Now, splitting the product in the numerator, we have:
$= \dfrac{{2 \times \sin \left( {\dfrac{x}{2}} \right) \times \sin \left( {\dfrac{x}{2}} \right)}}{{2\sin \left( {\dfrac{x}{2}} \right)\cos \left( {\dfrac{x}{2}} \right)}}$
We now cancel the common $\sin \left( {\dfrac{x}{2}} \right)$ term from the numerator as well as the denominator. Additionally, we multiply $\cos \left( {\dfrac{x}{2}} \right)$ to both the numerator and denominator to get:
$= \dfrac{{2 \times \sin \dfrac{x}{2} \times \cos \dfrac{x}{2}}}{{2 \times \cos \dfrac{x}{2} \times \cos \dfrac{x}{2}}}$ ……………………(8)
Now, using the formula in equation (7) in expression (8), and also simplifying the denominator, we get:
$= \dfrac{{\sin \left( {2 \times \dfrac{x}{2}} \right)}}{{2{{\cos }^2}\left( {\dfrac{x}{2}} \right)}}$
Simplifying further:
$= \dfrac{{\sin x}}{{{{\cos }^2}\left( {\dfrac{x}{2}} \right) + {{\cos }^2}\left( {\dfrac{x}{2}} \right)}}$
$= \dfrac{{\sin x}}{{{{\cos }^2}\left( {\dfrac{x}{2}} \right) + {{\sin }^2}\left( {\dfrac{x}{2}} \right) + {{\cos }^2}\left( {\dfrac{x}{2}} \right) - {{\sin }^2}\left( {\dfrac{x}{2}} \right)}}$ ………………………(9)
Using equations (5) and (6) in the above expression (9), we now have:
$= \dfrac{{\sin x}}{{1 + \cos \left( {2 \times \dfrac{x}{2}} \right)}}$
$= \dfrac{{\sin x}}{{1 + \cos x}}$, which is nothing but the expression on the other side of the expression, that is, on the right side of the expression.
Hence, proved.

Note: The alternative way of solving the same problem would be to take a common denominator with $\tan x$ and $\sec x$ terms, without converting them into trigonometric ratios containing the $\sin x$ and $\cos x$ terms. Then, we will make use of the trigonometric identity $1 + {\tan ^2}x = {\sec ^2}x$. Further simplification is as usual.

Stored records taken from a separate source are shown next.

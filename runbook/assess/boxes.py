"""How much is in the vessel, from what has been read.

At closing it is the last reading plus the scale's error, no loss assumed. After closing a height at a known
temperature, or a weighing of the closed vessel, proves it; of a charge that comes as gas, pressure and temperature
do. The most it can be comes down only when two different people's measurements both say so; a contradiction leaves
the worse standing.
"""

from __future__ import annotations

from dataclasses import dataclass

from runbook.answers import ChargeBox, Observation
from runbook.apparatus.instruments import permissible_error
from runbook.apparatus.spaces import isolated
from runbook.assess.scene import GAS_CONSTANT, Scene
from runbook.charge.filling import mass_from_height
from runbook.charge.geometry import Shape, ShapeKind
from runbook.errors import RunbookError

GAS_LEFT = "gas left"
"""What a box rests on that was inferred after letting down: never what the charge record keeps."""
_FAR_BELOW = 0.5
"""Share of the saturation pressure under which neither liquid nor solid stays [1]."""


@dataclass(frozen=True, slots=True)
class Measured:
    """One measurement of the charge after closing."""

    low_kg: float
    high_kg: float
    by: str
    how: str
    """'weighing', 'height' or 'pressure'."""


def charge_box(
    scene: Scene, record: ChargeBox | None, observations: tuple[Observation, ...], closed: bool
) -> ChargeBox | None:
    """What is known of the charge; None where nothing has been loaded and nothing weighed.

    record: what the charge record said when the run was opened. closed: the vessel is, or may be, closed.
    """
    opened_by = _before_closing(scene, record, observations, closed)
    if opened_by is None:
        return None
    measured = _after_closing(scene, observations) if closed else []
    if not measured:
        return opened_by
    return _combined(opened_by, measured)


def _before_closing(
    scene: Scene, record: ChargeBox | None, observations: tuple[Observation, ...], closed: bool
) -> ChargeBox | None:
    if scene.comes_as_gas:
        gauges = [o for o in observations if o.what == "pressure"]
        open_yet = [o for o in gauges if not o.closed]
        filled = _by_pressure(scene, open_yet, observations) or _by_pressure(scene, gauges, observations)
        if filled:
            # A gauge read before the filling says too little: the plan counts beside it.
            low, high = scene.planned
            return ChargeBox(min(filled[-1].low_kg, low), max(filled[-1].high_kg, high), False, ("pressure",))
    weighings = [o for o in observations if o.what == "mass" and not o.closed]
    if weighings:
        last = max(weighings, key=lambda o: o.sequence)
        error = _error(scene, last)
        # Two readings that contradict each other are both handed over: the heavier governs.
        high = max(o.value + _error(scene, o) for o in weighings) if scene.assume.no_loss else 0.0
        if not scene.assume.no_loss:
            high = scene.planned[1]
        return ChargeBox(max(0.0, last.value - error), high, False, ("weighing",))
    if record is not None:
        return ChargeBox(record.low_kg, record.high_kg, False, ("charge record",), record.contradiction)
    if closed:
        return ChargeBox(0.0, scene.brim_full, False, ("brim-full",))
    return None


def _after_closing(scene: Scene, observations: tuple[Observation, ...]) -> list[Measured]:
    found = []
    for one in observations:
        if not one.closed:
            continue
        if one.what == "mass":
            error = _error(scene, one)
            found.append(Measured(one.value - error, one.value + error, one.by, "weighing"))
        elif one.what == "liquid height":
            beside = _temperature_beside(one, observations)
            measured = None if beside is None else _from_height(scene, one, beside)
            if measured is not None:
                found.append(measured)
    if scene.comes_as_gas:
        found += _by_pressure(scene, [o for o in observations if o.what == "pressure" and o.closed], observations)
    return found


def _by_pressure(scene: Scene, gauges: list[Observation], observations: tuple[Observation, ...]) -> list[Measured]:
    """Gas measured by what it presses at the temperature read beside it; where liquid could be, not at all."""
    found = []
    for one in gauges:
        beside = _temperature_beside(one, observations)
        if beside is None or isolated(scene.apparatus, one.tag, {}):
            continue
        off, warm = _error(scene, one), _error(scene, beside)
        off += 0.5 * (scene.barometer.high_Pa - scene.barometer.low_Pa)
        try:
            thin = scene.substance.equation.gas_density(beside.value + warm, max(one.value - off, 1.0))
            dense = scene.substance.equation.gas_density(beside.value - warm, one.value + off)
        except RunbookError:
            continue
        if thin is not None and dense is not None:
            found.append(Measured(thin * scene.volume[0], dense * scene.volume[1], one.by, "pressure"))
    return found


def _combined(start: ChargeBox, measured: list[Measured]) -> ChargeBox:
    """The least high of two people's measurements, each person at their worst; else the start's."""
    fits = [m for m in measured if m.low_kg <= start.high_kg]
    over = [m for m in measured if m.low_kg > start.high_kg]
    by = tuple(dict.fromkeys([*start.by, *(m.how for m in measured)]))
    if over:
        worst = max(m.high_kg for m in over)
        said = f"a {over[0].how} by {over[0].by} says more than was weighed in at closing"
        return ChargeBox(start.low_kg, max(worst, start.high_kg), False, by, said)
    each: dict[str, float] = {}
    for one in fits:
        each[one.by] = max(each.get(one.by, 0.0), one.high_kg)
    high = start.high_kg
    if len(each) >= 2:
        high = min(high, max(each.values()))
    low = min(min(m.low_kg for m in fits), high)
    return ChargeBox(max(0.0, low), high, True, by)


def _temperature_beside(one: Observation, observations: tuple[Observation, ...]) -> Observation | None:
    """The temperature read nearest to a height, in the order of the record."""
    near = [o for o in observations if o.what == "temperature"]
    return min(near, key=lambda o: abs(o.sequence - one.sequence), default=None)


def _from_height(scene: Scene, height: Observation, temperature: Observation) -> Measured | None:
    key = (height.value, temperature.value)
    if key not in scene.weighed_by_height:
        scene.weighed_by_height[key] = _inverted(scene, height, temperature)
    found = scene.weighed_by_height[key]
    return None if found is None else Measured(found[0], found[1], height.by, "height")


def _inverted(scene: Scene, height: Observation, temperature: Observation) -> tuple[float, float] | None:
    """Least and most charge [kg] that a height means; None where it proves nothing."""
    try:
        found = mass_from_height(
            scene.substance,
            viewed_shape(scene),
            height.value,
            temperature.value,
            height_error=_error(scene, height),
            temperature_error=_error(scene, temperature),
            volume_error=scene.apparatus.volume.free.plus_minus,
        )
    except RunbookError:
        # No meniscus at that temperature, or a height outside the vessel.
        return None
    return found.least, found.greatest


def viewed_shape(scene: Scene) -> Shape:
    """The inside as the window shows it.

    The part outside the heated body (gauge line, valve) is left in: cold and out of view it holds liquid or
    vapour, which the volume's tolerance has to cover.
    """
    apparatus = scene.apparatus
    return Shape(ShapeKind(apparatus.shape), apparatus.diameter.value, apparatus.volume.free.value)


def gas_left(
    scene: Scene, box: ChargeBox, temperature: Observation | None, pressure: Observation | None
) -> ChargeBox | None:
    """What is left after letting down when the vent is shut again: gas alone, where the readings say so.

    Far below the saturation pressure at the wall's temperature neither liquid nor solid can stay. None where
    the readings do not say that; then everything may still be in.
    """
    if temperature is None or pressure is None:
        return None
    highest = pressure.value + _error(scene, pressure) + (scene.barometer.high_Pa - scene.barometer.middle_Pa)
    coldest = temperature.value - _error(scene, temperature)
    fluid = scene.substance
    if not fluid.triple_temperature < coldest < fluid.critical_temperature:
        return None
    if highest > _FAR_BELOW * fluid.saturation(coldest).pressure:
        return None
    # Real gas below saturation is denser than an ideal one by less than the share it may come near to it.
    density = highest * fluid.molar_mass / (GAS_CONSTANT * coldest) / (1.0 - _FAR_BELOW)
    most = density * scene.volume[1]
    return ChargeBox(0.0, min(most, box.high_kg), box.proved, (GAS_LEFT,), box.contradiction)


def _error(scene: Scene, one: Observation) -> float:
    """Permissible error plus half a division, added plainly: a bound [SI]."""
    instrument = scene.instrument(one.tag)
    return permissible_error(instrument, one.value) + instrument.division.value / 2.0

To prove a trigonometric equation, we should tend to start with the more complicated side of the equation, and keep simplifying it until it is transformed into the same expression as on the other side of the given equation. In some cases, we can also try to simplify both sides of the equation and arrive at a common expression to prove their equality. The various procedures of solving a trigonometric equation are: expanding the expressions, making use of the identities, factoring the expressions or simply using basic algebraic strategies to obtain the desired results.